I have some pictures of last year and the year before but no video.

2006:
http://img.photobucket.com/albums/v631/GPSaxophone/Halloween06/LawnmowerMan.jpg
http://img.photobucket.com/albums/v631/GPSaxophone/Halloween06/GraveyardWithSpider.jpg

2005:
http://img.photobucket.com/albums/v631/GPSaxophone/05Halloween2.jpg
http://img.photobucket.com/albums/v631/GPSaxophone/P6180006a.jpg
http://img.photobucket.com/albums/v631/GPSaxophone/Vacancy.jpg


----------



## Richie (Jan 4, 2007)

I loved that spider you have and the skeleton with the mower is another great one. Just a suggestion, I did the skeleton and mower last year and used those animated kicking legs you can buy retail. It made a great display.


----------



## darryl (Mar 23, 2006)

My LOR is supposed to be here Thursday. Can't wait to try it. I just got an 8 channel, but all I want is to do is give my lighting a little more umph. A little fading, a little twinkling, etc.
I did get the hobby to try to save a little dough. I'll let you know how it goes.


----------



## darryl (Mar 23, 2006)

L-O-R came in mail yesterday. Kit was super easy to assemble and software worked great. Put it in a water tight box I found at H.D. in electrical section. Still need to do some playing with it. But so far everything works great!!! Plugged in some Christmas lights and played around with the software and it seemed pretty easy to use. My only problem was my computer wouldn't recognize the usb adapter as new hardware but that wasn't LOR fault. Probably because I was working on a VSA routine, surfing the net and loading LOR software. Quick reboot and it worked flawlessly.


----------



## GPSaxophone (Sep 6, 2007)

Richie said:


> I loved that spider you have and the skeleton with the mower is another great one. Just a suggestion, I did the skeleton and mower last year and used those animated kicking legs you can buy retail. It made a great display.

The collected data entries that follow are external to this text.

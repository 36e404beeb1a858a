package emberline.measure;

import static org.junit.jupiter.api.Assertions.assertEquals;
import static org.junit.jupiter.api.Assertions.assertTrue;

import emberline.catalogue.Feature;
import emberline.catalogue.FeatureCatalogue;
import emberline.catalogue.HowKnown;
import emberline.catalogue.TelluricRegion;
import emberline.catalogue.TelluricRegion.Strength;
import emberline.catalogue.Window;
import emberline.measure.Measurement.Why;
import java.util.List;
import org.junit.jupiter.api.Test;
import org.junit.jupiter.params.ParameterizedTest;
import org.junit.jupiter.params.provider.CsvSource;

class TelluricCheckTest {

    private static final FeatureCatalogue CATALOGUE = FeatureCatalogue.standard();

    /** The lower window of H2O-J, 1.140 to 1.165, lies wholly in the wet band at 1.105 to 1.165. */
    @ParameterizedTest
    @CsvSource({"SPACE, 0", "DRY, 0", "WET, 1"})
    void theSiteDecidesWhatIsFlagged(Site site, double share) {
        TelluricCheck check = new TelluricCheck(CATALOGUE, CATALOGUE.telluricRegions(), site);
        assertEquals(
                share, check.share(CATALOGUE.feature("burgasser2006/h2o-j").orElseThrow()), 1e-9);
    }

    /** H2O-C takes 2.000 to 2.040 over 2.090 to 2.130; CO2 spoils 1.995 to 2.035. */
    @Test
    void theLargestShareOfAWindowCounts() {
        TelluricCheck check = new TelluricCheck(CATALOGUE, CATALOGUE.telluricRegions(), Site.DRY);
        assertEquals(
                35.0 / 40,
                check.share(CATALOGUE.feature("burgasser2002/h2o-c").orElseThrow()),
                1e-9);
    }

    @Test
    void anOpaqueWindowIsRefused() {
        TelluricRegion opaque =
                new TelluricRegion(
                        "H2O",
                        Strength.OPAQUE,
                        new Window(1.14, 1.16),
                        CATALOGUE.sources().get(0),
                        HowKnown.FROM_MEMORY,
                        80,
                        "");
        var feature = CATALOGUE.feature("burgasser2006/h2o-j").orElseThrow();
        var refusal =
                new TelluricCheck(CATALOGUE, List.of(opaque), Site.DRY)
                        .refusal(feature)
                        .orElseThrow();
        assertEquals(Why.TELLURIC, refusal.why());
        assertTrue(refusal.detail().contains("80%"), refusal.detail());
        assertTrue(
                new TelluricCheck(CATALOGUE, List.of(opaque), Site.SPACE)
                        .refusal(feature)
                        .isEmpty());
    }

    @Test
    void noShippedFeatureIsRefused() {
        TelluricCheck check = new TelluricCheck(CATALOGUE, CATALOGUE.telluricRegions(), Site.WET);
        CATALOGUE.features().forEach(f -> assertTrue(check.refusal(f).isEmpty(), f.id()));
    }

    /** A composite has no windows of its own: what spoils its parts spoils it. */
    @Test
    void aCompositeHasTheLargestShareOfItsParts() {
        TelluricCheck check = new TelluricCheck(CATALOGUE, CATALOGUE.telluricRegions(), Site.WET);
        int spoiled = 0;
        for (Feature composite : CATALOGUE.features()) {
            if (!composite.parts().isEmpty()) {
                double largest =
                        composite.parts().stream()
                                .map(part -> CATALOGUE.feature(part.feature()).orElseThrow())
                                .mapToDouble(check::share)
                                .max()
                                .orElseThrow();
                assertEquals(largest, check.share(composite), composite.id());
                spoiled += largest > 0 ? 1 : 0;
            }
        }
        assertTrue(spoiled > 0, "no composite of the catalogue has a spoiled part");
    }
}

I used Scary Terry's instructions for the kicking legs. To give it a little more realism, I connected the power supply to an LOR channel. This way the legs aren't kicking constantly, but are programmed to kick for a second or two at a time all evening.


----------



## CraigInPA (Sep 28, 2007)

Last year I ran 32 channels of LOR, synchronized to several songs. This year I'm going to run 64 channels. More songs, singing boris skulls, spots on animations that are timed to the music, etc... 

Join their mailing list. At the beginning of the summer they run their annual sale, which is usually 20-25% off everything.


----------